- Task requirements
Wherever a line in the records below contains "left", copy that line.

>>>>

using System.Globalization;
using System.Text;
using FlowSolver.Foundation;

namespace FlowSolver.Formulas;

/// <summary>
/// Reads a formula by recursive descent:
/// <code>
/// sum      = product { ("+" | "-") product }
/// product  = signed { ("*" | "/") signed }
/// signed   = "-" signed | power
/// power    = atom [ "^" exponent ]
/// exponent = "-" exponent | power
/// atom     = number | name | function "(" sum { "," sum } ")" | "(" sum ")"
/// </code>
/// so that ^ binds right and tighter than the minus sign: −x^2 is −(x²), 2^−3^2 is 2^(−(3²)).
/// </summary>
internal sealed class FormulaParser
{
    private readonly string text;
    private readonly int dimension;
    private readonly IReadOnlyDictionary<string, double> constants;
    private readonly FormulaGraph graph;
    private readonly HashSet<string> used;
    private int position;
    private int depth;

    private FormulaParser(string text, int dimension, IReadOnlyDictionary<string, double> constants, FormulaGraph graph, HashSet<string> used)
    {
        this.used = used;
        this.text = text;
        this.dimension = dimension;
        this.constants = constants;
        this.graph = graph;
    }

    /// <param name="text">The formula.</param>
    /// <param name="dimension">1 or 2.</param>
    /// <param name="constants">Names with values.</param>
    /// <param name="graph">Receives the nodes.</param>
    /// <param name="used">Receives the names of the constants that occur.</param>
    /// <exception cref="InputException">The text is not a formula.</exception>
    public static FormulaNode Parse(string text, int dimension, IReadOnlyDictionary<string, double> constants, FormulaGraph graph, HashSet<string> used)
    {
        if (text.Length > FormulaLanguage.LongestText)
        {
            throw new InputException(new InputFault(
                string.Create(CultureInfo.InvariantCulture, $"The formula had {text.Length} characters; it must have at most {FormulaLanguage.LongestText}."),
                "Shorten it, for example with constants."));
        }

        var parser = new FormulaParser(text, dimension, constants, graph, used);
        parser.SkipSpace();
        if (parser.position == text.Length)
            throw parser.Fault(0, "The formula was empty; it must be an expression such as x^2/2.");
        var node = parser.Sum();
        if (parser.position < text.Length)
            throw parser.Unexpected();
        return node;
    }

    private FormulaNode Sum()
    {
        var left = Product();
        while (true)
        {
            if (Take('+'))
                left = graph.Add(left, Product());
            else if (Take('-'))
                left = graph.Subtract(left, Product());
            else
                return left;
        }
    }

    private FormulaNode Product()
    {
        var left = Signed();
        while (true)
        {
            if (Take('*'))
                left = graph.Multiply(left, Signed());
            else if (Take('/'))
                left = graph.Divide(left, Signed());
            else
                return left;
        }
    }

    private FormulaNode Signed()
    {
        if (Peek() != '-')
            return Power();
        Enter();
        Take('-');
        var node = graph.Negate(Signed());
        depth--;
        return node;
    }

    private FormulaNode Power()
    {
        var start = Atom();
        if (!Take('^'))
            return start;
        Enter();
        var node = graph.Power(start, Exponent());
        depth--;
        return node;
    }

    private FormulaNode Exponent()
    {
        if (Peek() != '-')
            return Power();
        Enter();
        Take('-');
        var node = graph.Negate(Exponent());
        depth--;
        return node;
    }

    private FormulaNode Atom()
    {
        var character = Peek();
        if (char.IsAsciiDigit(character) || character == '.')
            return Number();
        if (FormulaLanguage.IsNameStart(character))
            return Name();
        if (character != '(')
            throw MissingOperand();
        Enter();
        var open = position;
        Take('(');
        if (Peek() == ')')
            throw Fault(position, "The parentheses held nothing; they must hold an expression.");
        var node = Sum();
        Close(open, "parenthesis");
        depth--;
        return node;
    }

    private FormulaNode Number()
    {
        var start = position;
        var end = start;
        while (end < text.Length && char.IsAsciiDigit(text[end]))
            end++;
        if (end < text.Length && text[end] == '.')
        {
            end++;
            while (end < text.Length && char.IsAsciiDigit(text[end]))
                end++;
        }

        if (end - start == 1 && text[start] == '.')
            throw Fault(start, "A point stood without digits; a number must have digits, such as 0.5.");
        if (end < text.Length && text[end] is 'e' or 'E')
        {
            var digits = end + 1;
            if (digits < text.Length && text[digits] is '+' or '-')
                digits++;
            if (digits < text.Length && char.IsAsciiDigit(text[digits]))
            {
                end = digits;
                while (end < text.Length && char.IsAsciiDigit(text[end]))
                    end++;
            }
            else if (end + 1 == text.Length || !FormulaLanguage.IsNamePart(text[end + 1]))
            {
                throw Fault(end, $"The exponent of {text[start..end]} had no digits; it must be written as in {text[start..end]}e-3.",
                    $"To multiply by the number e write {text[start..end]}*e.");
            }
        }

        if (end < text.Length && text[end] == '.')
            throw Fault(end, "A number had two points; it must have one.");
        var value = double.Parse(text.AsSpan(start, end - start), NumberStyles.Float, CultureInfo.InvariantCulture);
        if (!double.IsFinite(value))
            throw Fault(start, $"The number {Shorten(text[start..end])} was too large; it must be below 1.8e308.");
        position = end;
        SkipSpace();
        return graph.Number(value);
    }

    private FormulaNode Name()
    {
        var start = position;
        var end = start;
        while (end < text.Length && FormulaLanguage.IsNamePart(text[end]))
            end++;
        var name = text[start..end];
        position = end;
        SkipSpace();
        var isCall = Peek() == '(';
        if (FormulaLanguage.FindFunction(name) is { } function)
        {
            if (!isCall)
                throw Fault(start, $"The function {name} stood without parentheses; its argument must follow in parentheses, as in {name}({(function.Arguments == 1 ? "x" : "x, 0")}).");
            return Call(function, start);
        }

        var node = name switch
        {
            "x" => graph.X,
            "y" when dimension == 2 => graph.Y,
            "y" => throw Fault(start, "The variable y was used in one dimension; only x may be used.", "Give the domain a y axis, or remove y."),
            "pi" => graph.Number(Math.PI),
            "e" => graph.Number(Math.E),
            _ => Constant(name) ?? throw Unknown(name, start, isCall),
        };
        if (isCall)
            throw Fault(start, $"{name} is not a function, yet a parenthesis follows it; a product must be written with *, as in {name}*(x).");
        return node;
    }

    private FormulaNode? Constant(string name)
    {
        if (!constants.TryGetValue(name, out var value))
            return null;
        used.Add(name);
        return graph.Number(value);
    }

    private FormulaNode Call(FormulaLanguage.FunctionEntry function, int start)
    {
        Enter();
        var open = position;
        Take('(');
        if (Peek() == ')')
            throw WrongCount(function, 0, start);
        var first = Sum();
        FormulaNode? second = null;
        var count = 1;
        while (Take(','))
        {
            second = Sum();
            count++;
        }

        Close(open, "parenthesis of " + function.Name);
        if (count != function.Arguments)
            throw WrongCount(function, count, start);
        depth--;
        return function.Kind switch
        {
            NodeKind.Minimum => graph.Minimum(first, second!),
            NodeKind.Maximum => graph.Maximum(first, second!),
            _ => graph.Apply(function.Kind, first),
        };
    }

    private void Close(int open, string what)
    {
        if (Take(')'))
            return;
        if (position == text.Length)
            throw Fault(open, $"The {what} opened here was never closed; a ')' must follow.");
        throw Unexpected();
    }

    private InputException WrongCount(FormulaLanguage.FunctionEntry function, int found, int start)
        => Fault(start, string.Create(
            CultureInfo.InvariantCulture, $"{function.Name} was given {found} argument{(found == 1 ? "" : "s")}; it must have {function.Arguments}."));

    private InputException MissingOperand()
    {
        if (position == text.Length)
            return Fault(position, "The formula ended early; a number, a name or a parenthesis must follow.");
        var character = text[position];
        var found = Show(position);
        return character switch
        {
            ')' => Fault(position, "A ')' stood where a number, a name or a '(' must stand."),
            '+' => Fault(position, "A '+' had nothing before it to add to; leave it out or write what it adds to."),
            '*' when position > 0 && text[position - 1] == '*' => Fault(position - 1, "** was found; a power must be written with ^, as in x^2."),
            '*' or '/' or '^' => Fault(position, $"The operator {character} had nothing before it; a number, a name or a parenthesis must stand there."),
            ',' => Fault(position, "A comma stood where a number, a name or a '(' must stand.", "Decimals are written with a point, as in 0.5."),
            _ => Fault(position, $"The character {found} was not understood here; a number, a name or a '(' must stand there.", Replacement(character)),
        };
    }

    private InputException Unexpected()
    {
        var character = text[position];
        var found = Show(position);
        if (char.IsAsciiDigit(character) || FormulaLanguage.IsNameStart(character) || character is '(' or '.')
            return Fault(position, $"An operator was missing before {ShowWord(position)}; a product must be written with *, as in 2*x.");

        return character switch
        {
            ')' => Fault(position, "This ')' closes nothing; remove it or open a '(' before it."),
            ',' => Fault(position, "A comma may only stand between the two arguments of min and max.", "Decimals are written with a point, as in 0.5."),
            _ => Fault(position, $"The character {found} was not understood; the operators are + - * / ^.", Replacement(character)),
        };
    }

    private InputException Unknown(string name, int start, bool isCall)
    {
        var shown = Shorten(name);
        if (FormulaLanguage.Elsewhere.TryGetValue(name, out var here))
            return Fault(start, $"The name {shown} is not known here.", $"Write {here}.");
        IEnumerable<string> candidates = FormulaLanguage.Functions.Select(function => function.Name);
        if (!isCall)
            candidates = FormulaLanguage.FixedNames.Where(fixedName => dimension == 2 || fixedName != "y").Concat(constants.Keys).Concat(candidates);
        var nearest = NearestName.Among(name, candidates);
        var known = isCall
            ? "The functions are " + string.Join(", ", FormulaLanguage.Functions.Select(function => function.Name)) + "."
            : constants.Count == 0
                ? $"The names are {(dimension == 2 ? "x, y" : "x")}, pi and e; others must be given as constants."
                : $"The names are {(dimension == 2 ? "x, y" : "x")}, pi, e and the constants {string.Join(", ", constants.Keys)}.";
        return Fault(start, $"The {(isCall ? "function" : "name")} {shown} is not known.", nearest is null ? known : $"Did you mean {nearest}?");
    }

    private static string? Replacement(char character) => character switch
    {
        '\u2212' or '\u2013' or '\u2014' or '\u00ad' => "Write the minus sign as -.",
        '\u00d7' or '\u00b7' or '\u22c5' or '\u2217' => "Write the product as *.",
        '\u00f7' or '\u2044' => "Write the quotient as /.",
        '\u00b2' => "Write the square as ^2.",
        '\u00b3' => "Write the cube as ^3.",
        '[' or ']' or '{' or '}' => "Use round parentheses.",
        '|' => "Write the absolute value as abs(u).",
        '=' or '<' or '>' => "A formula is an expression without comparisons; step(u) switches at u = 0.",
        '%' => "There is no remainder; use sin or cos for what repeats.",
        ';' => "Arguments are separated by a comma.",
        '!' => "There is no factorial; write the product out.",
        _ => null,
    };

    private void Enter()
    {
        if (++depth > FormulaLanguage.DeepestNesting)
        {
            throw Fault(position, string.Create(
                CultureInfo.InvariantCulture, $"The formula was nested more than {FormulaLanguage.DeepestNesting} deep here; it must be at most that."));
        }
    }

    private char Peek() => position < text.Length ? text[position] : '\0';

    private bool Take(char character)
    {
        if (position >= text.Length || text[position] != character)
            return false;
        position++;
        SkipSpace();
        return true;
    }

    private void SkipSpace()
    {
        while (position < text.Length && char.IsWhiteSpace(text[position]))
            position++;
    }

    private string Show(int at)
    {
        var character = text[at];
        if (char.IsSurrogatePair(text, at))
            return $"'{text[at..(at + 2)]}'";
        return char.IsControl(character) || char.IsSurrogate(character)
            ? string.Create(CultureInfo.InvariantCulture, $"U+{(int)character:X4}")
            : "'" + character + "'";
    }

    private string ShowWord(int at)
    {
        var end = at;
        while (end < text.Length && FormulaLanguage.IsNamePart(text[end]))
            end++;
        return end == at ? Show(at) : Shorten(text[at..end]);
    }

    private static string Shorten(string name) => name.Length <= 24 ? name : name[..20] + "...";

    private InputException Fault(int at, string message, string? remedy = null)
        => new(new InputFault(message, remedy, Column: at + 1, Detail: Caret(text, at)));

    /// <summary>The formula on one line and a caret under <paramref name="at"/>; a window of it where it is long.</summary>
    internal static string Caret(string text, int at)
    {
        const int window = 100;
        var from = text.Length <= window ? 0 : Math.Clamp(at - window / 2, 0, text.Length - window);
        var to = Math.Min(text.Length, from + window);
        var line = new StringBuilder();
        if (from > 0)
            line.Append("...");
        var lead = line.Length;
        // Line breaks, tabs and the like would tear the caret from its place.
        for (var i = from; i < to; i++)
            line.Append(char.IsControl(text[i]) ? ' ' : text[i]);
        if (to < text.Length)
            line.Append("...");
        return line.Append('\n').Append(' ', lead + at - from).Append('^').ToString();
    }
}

<<<<

- Answer to this exercise
        var left = Product();
                left = graph.Add(left, Product());
                left = graph.Subtract(left, Product());
                return left;
        var left = Signed();
                left = graph.Multiply(left, Signed());
                left = graph.Divide(left, Signed());
                return left;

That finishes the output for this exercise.